What a blessing to have several folks in our community offer us the chance to harvest grapes from their vines!
Harvesting and preserving has been truly a family affair. My husband and I cut clusters to fill three tubs, and then the children and I pulled the grapes from the stems. The fruit was turned into 28 large jars of grape juice. I saved some grapes to make jam; but before I could begin, I received a call with an offer for more grapes. This time, the children enjoyed taking turns on the ladder to reach the grape clusters. We filled another three tubs. My husband and the kids set to work stemming grapes while I set about making the jam.
Working together as a family can provide opportunity for passing on family history. Recently, I was reminded of this fact when at a family retreat, my aunts, uncles, and mother were reminiscing about stories they had heard when they were growing up.
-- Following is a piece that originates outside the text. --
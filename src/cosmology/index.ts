export * from "./constants.js";
export * from "./distances.js";
export * from "./restframes.js";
So I began to tell my family about my memories surrounding grape juice.
When I was a girl, I often went to my grandparents’ farm which was just a few miles away from the farm where we lived. When it was haying time, Grandpa would hire in a few neighborhood boys; and my parents and several other relatives would gather to do the hot dusty work. In those days, a square baler was pulled by a tractor; and a wagon was hitched behind the baler to catch the bales. (In telling my children this story, I had to explain that the bales were small enough that a man or a strong woman could pick them up by the baler twine. The kids are mostly used to seeing the large round bales.) While one crew was out in the fields, the rest of the workers would be in the barn unloading hay bales onto the elevator or tossing and carefully stacking bales in the hay mow. There was always lots of dust, so there was plenty of sneezing and red handkerchiefs.
While I must have spent some time in the barn to remember these details, I believe I was often in the house with Grandma. She would cook a huge noon meal with lots of dishes, at least it seemed that way to me as a child. The workers would gather around the table, Grandpa would ask the blessing, and the dishes would be passed family style. I do not recall specifically the kind of food that was served; but since they had a large vegetable garden, I am sure there was plenty of fresh and cooked produce. What I remember is the festive, joyful atmosphere as the workers nourished their bodies and conversed about various topics.
Now sometime in the course of the day, Grandma and I would go up to the barn bearing refreshment which included her homemade grape juice mixed with ginger ale. How cool and sweet that drink went down! For those working in the heat and dust, I am sure it provided a similar effect to Gatorade.
Every year that I am able to make grape juice, I think of those days and feel a connection to the past. Maybe someday, our children will be sitting with their children and say, “I remember when…..”
Here is the way my grandmother, mother, and I have made grape juice. Fill a canning jar half full with clean grapes. Add syrup to jar, allowing head space. The syrup recipe is 1 cup of sugar to 3 cups of water or 1/2 cup of honey to 3 cups of water. Make sure jar rim is clean, then place jar flat and tighten ring. Process in a boiling water bath canner for 30 minutes. Remove and cool. When ready to serve, strain off grapes. You may add ginger ale to make a sparkling grape juice.
When I was making the grape jam, I tasted the juice that came from the grapes and noticed how the grape flavor was strong. So after my husband and I discussed the idea, we decided to try another method of making juice with the second harvest of grapes. This is what we did: Stem and wash grapes. Fill large kettle with grapes; add enough water to almost cover the grapes. Cook until soft. Put through a churn. Stir in 1 cup of sugar per gallon of juice. Pour into jars and process in a boiling water bath canner for 15 minutes. For us, three large tubs of grapes yielded 7 large jars and 9 quarts of juice. With the second method, the yield is lower and it is a messier process; but the product has a stronger grape flavor, uses less sweetener, and takes less time to can. It will be interesting to see which type of juice our family prefers.